[R] Help with predict.lm

Tue Apr 19 23:27:01 CEST 2005

On 19-Apr-05 Ted Harding wrote:
> On 19-Apr-05 Mike White wrote:
>> Hi
>> I have measured the UV absorbance (abs) of 10 solutions
>> of a substance at known concentrations (conc) and have
>> used a linear model to plot a calibration graph with
>> confidence limits.  I now want to predict the concentration
>> of solutions with UV absorbance results given in the 
>> new.abs data.frame, however predict.lm only appears to work
>> for new "conc" variables not new "abs" variables.
>> [...]
>>     conc<-seq(100, 280, 20) #  mg/l
>>     abs<-c(1.064, 1.177, 1.303, 1.414, 1.534, 1.642, 1.744,
>>            1.852, 1.936,2.046) # absorbance units
>>     lm.calibration<-lm(abs ~ conc)
>>     pred.w.plim <- predict(lm.calibration,  interval="prediction")
>>     pred.w.clim <- predict(lm.calibration,  interval="confidence")
>>     matplot(conc, cbind(pred.w.clim, pred.w.plim[,-1]),
>>        lty=c(1,2,2,3,3), type="l", ylab="abs", xlab= "conc mg/l")
>>     points(conc, abs, pch=21, col="blue")
>>
>>     new.abs<-data.frame(abs=c(1.251, 1.324, 1.452))

>> [...]
> The correct approach has in the past been the subject of
> at times quite controversial discussion, under the title
> indeed of "The Calibration Problem". Nowadays this problem
> would be approached by making the concentrations to be
> "predicted" additional unknown parameters, and evaluating
> likelihood ratios for possible values of these.
> 
> I don't have time at the moment to go into this approach,
> but will try to write something later.

Here is the basic theory, and an associated method, for
the case of estimating 1 value of X ("conc") corresponding
to 1 given value of Y ("abs"), when data x1,...,xn and
y1,...yn have been obtained (your data "conc" and "abs"
above, respectively).

The model

   y = a + b*x + e

is assumed, where the x-values are given (as typically in
a calibration experiment -- e.g. measuring standard test
samples of known y-value), and the y-values are measured
according to the above, with errors e assumed distributed
as N(0,s^2).

For simplicity, centre the x and y observations at their
means, so that Sum[xi]=0 and Sum[yi]=0.

Let an observation Y of y be given.
To infer the corresponding value of X.
(X is measured from the mean of the xi, Y from the mean of the yi).
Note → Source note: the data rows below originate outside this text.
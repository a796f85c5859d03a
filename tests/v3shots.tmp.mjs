import { chromium } from 'playwright-core';
import { AxeBuilder } from '@axe-core/playwright';
const only=process.argv[2]; 
const links=JSON.parse(process.env.LINKS||'[]');
const base='http://127.0.0.1:4472';
const browser=await chromium.launch({executablePath:'/usr/bin/chromium',args:['--headless','--no-sandbox','--disable-gpu','--disable-quic','--no-first-run','--disable-background-networking','--disable-component-update','--disable-sync']});
const pages=[['quotes','/counter/quotes'],['quote','/counter/quotes/1'],['quote-sent','/counter/quotes/3'],['quote-hand','/counter/quotes/2'],['new','/counter/quotes/new?customer=1&pattern=1'],['change','/counter/quotes/1/change'],['customers','/counter/customers'],['customer','/counter/customers/1'],['newc','/counter/customers/new'],...links.map((l,i)=>['link'+i,l]),['badlink','/c/nothing']];
for(const [w,h] of [[1440,960],[390,844]]){
 const ctx=await browser.newContext({viewport:{width:w,height:h}});
 const page=await ctx.newPage();
 page.on('console',m=>{if(m.type()==='error')console.log('CONSOLE',page.url(),m.text().slice(0,400));});
 page.on('pageerror',e=>console.log('PAGEERROR',page.url(),String(e).slice(0,500)));
 await page.goto(base+'/sign-in');
 await page.getByLabel('E-mail address').fill('owner@example.com');
 await page.getByLabel('Password').fill('marlpit-by-the-fen');
 await page.getByRole('button',{name:'Sign in'}).click();
 await page.waitForURL('**/today',{timeout:60000});
 for(const [name,path] of pages){
  if(only&&!only.split(',').includes(name))continue;
  await page.goto(base+path).catch(async e=>{console.log('RETRY',name,String(e).slice(0,80));await page.waitForTimeout(1500);await page.goto(base+path);}); await page.waitForLoadState('networkidle'); await page.waitForTimeout(700);
  await page.screenshot({path:`/tmp/v3/${name}-${w}.png`,fullPage:true});
  const r=await new AxeBuilder({page}).analyze();
  for(const v of r.violations)console.log('AXE',w,name,v.id,v.nodes.map(n=>n.html.slice(0,150)+' | '+(n.any[0]?.message||'')).slice(0,3));
  const sw=await page.evaluate(()=>document.documentElement.scrollWidth);
  if(sw>w)console.log('OVERFLOW',w,name,sw);
 }
 await ctx.close();
}
await browser.close();
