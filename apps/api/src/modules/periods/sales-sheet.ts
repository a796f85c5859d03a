import { Decimal } from 'decimal.js';
import type {
  SalesSheet,
  SheetInvoice,
  SheetLine,
  SheetPayment,
  SheetTotals,
} from '@hidewright/contract';
import { unscaled } from '../../db/columns/scaled-decimal.ts';
import { moneyText, priceText } from '../../http/decimal-text.ts';

/** Reads rows by SQL, on whichever connection asks; all reads of one sheet must see the same moment. */
export type ReadRows = <Row>(sql: string, params: unknown[]) => Promise<Row[]>;

interface SheetHead {
  fromDay: string;
  toDay: string;
  workshopName: string;
  currency: string;
}

/**
 * The sales of a period: what was issued and what was paid on its days. Names come from what was issued, so that
 * a sheet of a locked period reads the same whatever is renamed later.
 */
export async function readSalesSheet(read: ReadRows, head: SheetHead): Promise<SalesSheet> {
  const days = [head.fromDay, head.toDay];
  const invoices = (await read<InvoiceRow>(invoicesSql, days)).map(toInvoice);
  const lines = (await read<LineRow>(linesSql, days)).map(toLine);
  const payments = (await read<PaymentRow>(paymentsSql, days)).map(toPayment);
  const taxes = (await read<TaxRow>(taxesSql, [...days, ...days])).map(toTax);
  return { ...head, totals: totalsOf(invoices, payments, taxes), invoices, lines, payments };
}

const issued = 'invoice.number IS NOT NULL AND invoice.issued_on BETWEEN ? AND ?';

const invoicesSql = `SELECT number, issued_on, due_on, net, tax, total,
    json_extract(snapshot, '$.billedTo.name') AS customer, json_extract(snapshot, '$.orderNumber') AS order_number
  FROM invoice WHERE ${issued} ORDER BY sequence`;

const linesSql = `SELECT invoice.number, invoice.issued_on, line.position, line.description, line.quantity,
    line.unit_price, line.amount, line.tax_rate_id, line.tax_percent
  FROM invoice_line AS line JOIN invoice ON invoice.id = line.invoice_id
  WHERE ${issued} ORDER BY invoice.sequence, line.position`;

const paymentsSql = `SELECT payment.received_on, invoice.number, payment.method, payment.note, payment.amount,
    json_extract(invoice.snapshot, '$.billedTo.name') AS customer
  FROM payment JOIN invoice ON invoice.id = payment.invoice_id
  WHERE payment.received_on BETWEEN ? AND ? ORDER BY payment.received_on, payment.id`;

const taxesSql = `SELECT NULL AS percent, sum(line.amount) AS net, 0 AS tax
  FROM invoice_line AS line JOIN invoice ON invoice.id = line.invoice_id
  WHERE ${issued} AND line.tax_rate_id IS NULL HAVING count(*) > 0
  UNION ALL
  SELECT part.percent, sum(part.net), sum(part.tax)
  FROM invoice_tax AS part JOIN invoice ON invoice.id = part.invoice_id
  WHERE ${issued} GROUP BY part.percent ORDER BY percent`;

interface InvoiceRow {
  number: string;
  issued_on: string;
  due_on: string;
  net: number;
  tax: number;
  total: number;
  customer: string;
  order_number: string | null;
}

interface LineRow {
  number: string;
  issued_on: string;
  position: number;
  description: string;
  quantity: number;
  unit_price: number;
  amount: number;
  tax_rate_id: number | null;
  tax_percent: number;
}

interface PaymentRow {
  received_on: string;
  number: string;
  customer: string;
  method: string;
  note: string;
  amount: number;
}

interface TaxRow {
  percent: number | null;
  net: number;
  tax: number;
}

const moneyOf = (hundredths: number) => moneyText(unscaled(hundredths, 2));
const percentOf = (scaled: number) => unscaled(scaled, 4).toString();

const toInvoice = (row: InvoiceRow): SheetInvoice => ({
  number: row.number,
  issuedOn: row.issued_on,
  dueOn: row.due_on,
  customerName: row.customer,
  orderNumber: row.order_number,
  net: moneyOf(row.net),
  tax: moneyOf(row.tax),
  total: moneyOf(row.total),
});

const toLine = (row: LineRow): SheetLine => ({
  invoiceNumber: row.number,
  issuedOn: row.issued_on,
  position: row.position,
  description: row.description,
  quantity: row.quantity,
  unitPrice: priceText(unscaled(row.unit_price, 4)),
  amount: moneyOf(row.amount),
  taxPercent: row.tax_rate_id === null ? null : percentOf(row.tax_percent),
});

const toPayment = (row: PaymentRow): SheetPayment => ({
  receivedOn: row.received_on,
  invoiceNumber: row.number,
  customerName: row.customer,
  method: row.method,
  note: row.note,
  amount: moneyOf(row.amount),
});

const toTax = (row: TaxRow): SheetTotals['taxes'][number] => ({
  percent: row.percent === null ? null : percentOf(row.percent),
  net: moneyOf(row.net),
  tax: moneyOf(row.tax),
});

function totalsOf(
  invoices: SheetInvoice[],
  payments: SheetPayment[],
  taxes: SheetTotals['taxes'],
): SheetTotals {
  return {
    invoices: invoices.length,
    net: sum(invoices.map((invoice) => invoice.net)),
    tax: sum(invoices.map((invoice) => invoice.tax)),
    total: sum(invoices.map((invoice) => invoice.total)),
    payments: payments.length,
    received: sum(payments.map((payment) => payment.amount)),
    taxes,
  };
}

const sum = (amounts: string[]) =>
  moneyText(amounts.reduce((total, amount) => total.plus(amount), new Decimal(0)));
Let X play the role of an additional parameter in the
problem. Then the likelihood function for (a,b,s,X) is

  (1/(s^(n+1))*exp(-(Sum[(y-a-b*x)^2] + (Y-a-b*X)^2)/s^2)

The MLEs of a#, b#, s#, X# of a, b, s, X are then given by

  a# = 0

  b# = (Sum[xy])/(Sum[x^2])

  X# = Y/b#

  (s#)^2 = (1/(n+1))Sum[(y - (b#)*x)^2

Now suppose that X is set at a fixed value (again denoted by X).
Then the MLEs a~, b~, s~ of a, b and s are now given by

  a~ = (Y*Sum[x^2] - X*Sum[x*y])/D

  b~ = ((n+1)*Sum[x*y] + n*X*Y)/D

  (s~)^2 = (Sum[(y - a~ - (b~)*x)^2] + (Y - a~ - (b~)*X)^2)/(n+1)

where

  D = (n+1)*Sum[x^2] + n*X^2

The likelihood ratio (profile likelihood for X) of the hypothesis
that X has a fixed value (X) versus the hypothesis that X might
be anything is therefore

  ((s#)/(s~))^(n+1)

which depends only on

  R(X) = (s#)^2/(s~)^2

where s~ (but not s#) depends on X.

Now

  (n-1)*((s~)^2 - (s#)^2)/(s#^2) = (n-2)*(1 - R(X))/R(X)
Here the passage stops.